[Stored records]

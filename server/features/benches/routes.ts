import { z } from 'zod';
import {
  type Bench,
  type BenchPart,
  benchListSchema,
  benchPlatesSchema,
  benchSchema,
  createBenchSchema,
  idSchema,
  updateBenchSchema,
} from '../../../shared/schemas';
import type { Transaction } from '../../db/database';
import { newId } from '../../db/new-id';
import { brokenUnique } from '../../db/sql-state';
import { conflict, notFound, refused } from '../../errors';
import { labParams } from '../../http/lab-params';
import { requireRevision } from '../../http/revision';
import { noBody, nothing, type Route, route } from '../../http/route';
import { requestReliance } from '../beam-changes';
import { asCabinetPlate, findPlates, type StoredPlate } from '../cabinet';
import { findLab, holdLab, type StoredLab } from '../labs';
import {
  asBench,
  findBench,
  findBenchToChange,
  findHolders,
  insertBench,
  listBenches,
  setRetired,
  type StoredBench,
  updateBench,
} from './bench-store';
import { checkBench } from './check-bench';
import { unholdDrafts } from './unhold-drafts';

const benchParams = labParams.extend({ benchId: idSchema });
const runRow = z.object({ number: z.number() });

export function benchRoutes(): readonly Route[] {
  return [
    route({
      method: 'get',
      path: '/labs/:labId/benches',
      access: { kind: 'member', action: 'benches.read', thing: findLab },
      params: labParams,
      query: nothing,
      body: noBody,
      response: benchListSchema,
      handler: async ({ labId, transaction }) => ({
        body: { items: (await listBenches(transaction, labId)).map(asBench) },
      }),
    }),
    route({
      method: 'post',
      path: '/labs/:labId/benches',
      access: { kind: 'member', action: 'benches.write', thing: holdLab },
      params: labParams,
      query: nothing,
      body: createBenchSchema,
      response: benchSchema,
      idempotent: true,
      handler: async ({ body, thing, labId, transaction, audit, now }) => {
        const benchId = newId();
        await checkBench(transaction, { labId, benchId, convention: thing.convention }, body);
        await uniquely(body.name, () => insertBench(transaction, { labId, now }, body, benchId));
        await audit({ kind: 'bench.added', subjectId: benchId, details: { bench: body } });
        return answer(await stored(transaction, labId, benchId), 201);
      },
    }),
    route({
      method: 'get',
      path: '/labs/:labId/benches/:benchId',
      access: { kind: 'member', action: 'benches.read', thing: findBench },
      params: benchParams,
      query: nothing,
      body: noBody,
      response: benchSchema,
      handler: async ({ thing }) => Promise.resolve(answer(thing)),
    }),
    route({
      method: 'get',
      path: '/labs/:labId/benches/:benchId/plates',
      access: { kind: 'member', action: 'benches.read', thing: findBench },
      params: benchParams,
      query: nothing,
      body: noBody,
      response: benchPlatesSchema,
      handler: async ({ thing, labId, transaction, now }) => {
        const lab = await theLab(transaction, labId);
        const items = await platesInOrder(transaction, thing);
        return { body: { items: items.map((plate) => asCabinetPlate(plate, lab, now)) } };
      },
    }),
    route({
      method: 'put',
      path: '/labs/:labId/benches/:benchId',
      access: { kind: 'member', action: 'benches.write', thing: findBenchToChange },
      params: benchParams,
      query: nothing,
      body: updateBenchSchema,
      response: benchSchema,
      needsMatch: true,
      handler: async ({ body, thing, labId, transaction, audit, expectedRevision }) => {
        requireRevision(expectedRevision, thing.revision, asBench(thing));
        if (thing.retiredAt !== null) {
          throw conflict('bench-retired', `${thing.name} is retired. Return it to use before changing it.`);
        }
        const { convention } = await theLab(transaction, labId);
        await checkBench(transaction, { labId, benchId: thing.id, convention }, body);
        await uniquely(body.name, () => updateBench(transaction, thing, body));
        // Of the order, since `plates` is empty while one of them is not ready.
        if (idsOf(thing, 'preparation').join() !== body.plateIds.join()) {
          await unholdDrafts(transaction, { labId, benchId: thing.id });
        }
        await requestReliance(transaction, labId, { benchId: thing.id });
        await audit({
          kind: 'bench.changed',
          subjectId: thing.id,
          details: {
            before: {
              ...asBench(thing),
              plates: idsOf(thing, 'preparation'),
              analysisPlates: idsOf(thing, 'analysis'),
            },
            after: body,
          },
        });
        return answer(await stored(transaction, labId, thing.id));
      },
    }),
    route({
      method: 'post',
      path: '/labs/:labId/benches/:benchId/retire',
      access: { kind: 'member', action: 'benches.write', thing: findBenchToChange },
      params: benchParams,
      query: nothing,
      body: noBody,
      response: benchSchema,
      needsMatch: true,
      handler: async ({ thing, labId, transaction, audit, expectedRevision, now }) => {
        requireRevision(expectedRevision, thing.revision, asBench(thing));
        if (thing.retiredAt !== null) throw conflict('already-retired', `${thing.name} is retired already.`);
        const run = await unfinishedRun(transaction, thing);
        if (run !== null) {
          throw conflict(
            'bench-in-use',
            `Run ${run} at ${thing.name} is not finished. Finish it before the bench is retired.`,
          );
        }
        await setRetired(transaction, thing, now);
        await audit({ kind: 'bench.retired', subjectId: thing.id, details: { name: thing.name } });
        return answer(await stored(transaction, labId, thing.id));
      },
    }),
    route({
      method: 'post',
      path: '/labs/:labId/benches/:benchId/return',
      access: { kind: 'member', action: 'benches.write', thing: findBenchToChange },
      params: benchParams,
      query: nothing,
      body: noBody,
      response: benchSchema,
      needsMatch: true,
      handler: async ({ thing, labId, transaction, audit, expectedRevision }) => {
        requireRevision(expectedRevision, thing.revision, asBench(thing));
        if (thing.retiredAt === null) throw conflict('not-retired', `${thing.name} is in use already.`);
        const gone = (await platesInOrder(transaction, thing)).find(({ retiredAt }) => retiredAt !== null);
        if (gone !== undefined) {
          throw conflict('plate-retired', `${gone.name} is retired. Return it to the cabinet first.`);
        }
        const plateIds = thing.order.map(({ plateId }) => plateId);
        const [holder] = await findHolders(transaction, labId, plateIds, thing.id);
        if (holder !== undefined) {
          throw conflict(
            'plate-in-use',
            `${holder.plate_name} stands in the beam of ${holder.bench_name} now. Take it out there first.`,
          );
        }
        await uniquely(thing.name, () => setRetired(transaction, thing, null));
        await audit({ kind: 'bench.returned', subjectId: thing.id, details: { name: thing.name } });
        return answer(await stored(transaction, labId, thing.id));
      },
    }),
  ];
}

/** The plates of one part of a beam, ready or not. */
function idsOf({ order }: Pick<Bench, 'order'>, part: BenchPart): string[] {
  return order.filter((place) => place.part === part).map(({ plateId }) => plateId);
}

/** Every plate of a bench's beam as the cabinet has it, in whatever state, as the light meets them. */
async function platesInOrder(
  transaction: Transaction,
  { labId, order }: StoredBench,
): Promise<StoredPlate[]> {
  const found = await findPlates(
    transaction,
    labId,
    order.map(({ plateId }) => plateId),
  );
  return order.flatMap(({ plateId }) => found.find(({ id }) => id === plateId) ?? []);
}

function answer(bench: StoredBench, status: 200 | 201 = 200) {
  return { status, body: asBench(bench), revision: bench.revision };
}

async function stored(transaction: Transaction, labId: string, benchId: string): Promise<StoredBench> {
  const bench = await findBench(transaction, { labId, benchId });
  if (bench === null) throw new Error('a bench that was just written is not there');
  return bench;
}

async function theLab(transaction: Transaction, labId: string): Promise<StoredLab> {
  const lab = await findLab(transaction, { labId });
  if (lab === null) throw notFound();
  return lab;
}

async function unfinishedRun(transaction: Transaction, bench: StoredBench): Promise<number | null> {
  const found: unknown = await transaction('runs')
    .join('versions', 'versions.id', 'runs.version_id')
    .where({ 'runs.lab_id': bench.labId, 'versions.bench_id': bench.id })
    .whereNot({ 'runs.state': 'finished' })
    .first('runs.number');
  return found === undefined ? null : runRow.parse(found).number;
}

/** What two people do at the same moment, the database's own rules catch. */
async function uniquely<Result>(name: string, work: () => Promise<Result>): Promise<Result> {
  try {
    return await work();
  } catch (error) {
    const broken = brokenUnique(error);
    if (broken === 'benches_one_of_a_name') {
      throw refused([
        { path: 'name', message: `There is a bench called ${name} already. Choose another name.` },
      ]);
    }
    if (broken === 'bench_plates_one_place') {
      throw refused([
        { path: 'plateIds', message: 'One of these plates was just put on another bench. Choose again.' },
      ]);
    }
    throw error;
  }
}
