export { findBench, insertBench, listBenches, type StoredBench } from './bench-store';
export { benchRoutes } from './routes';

## TRY IT
For the string "benchListSchema", count the lines of the entries above that include it; answer with the number only.

## ANSWER SPACE
2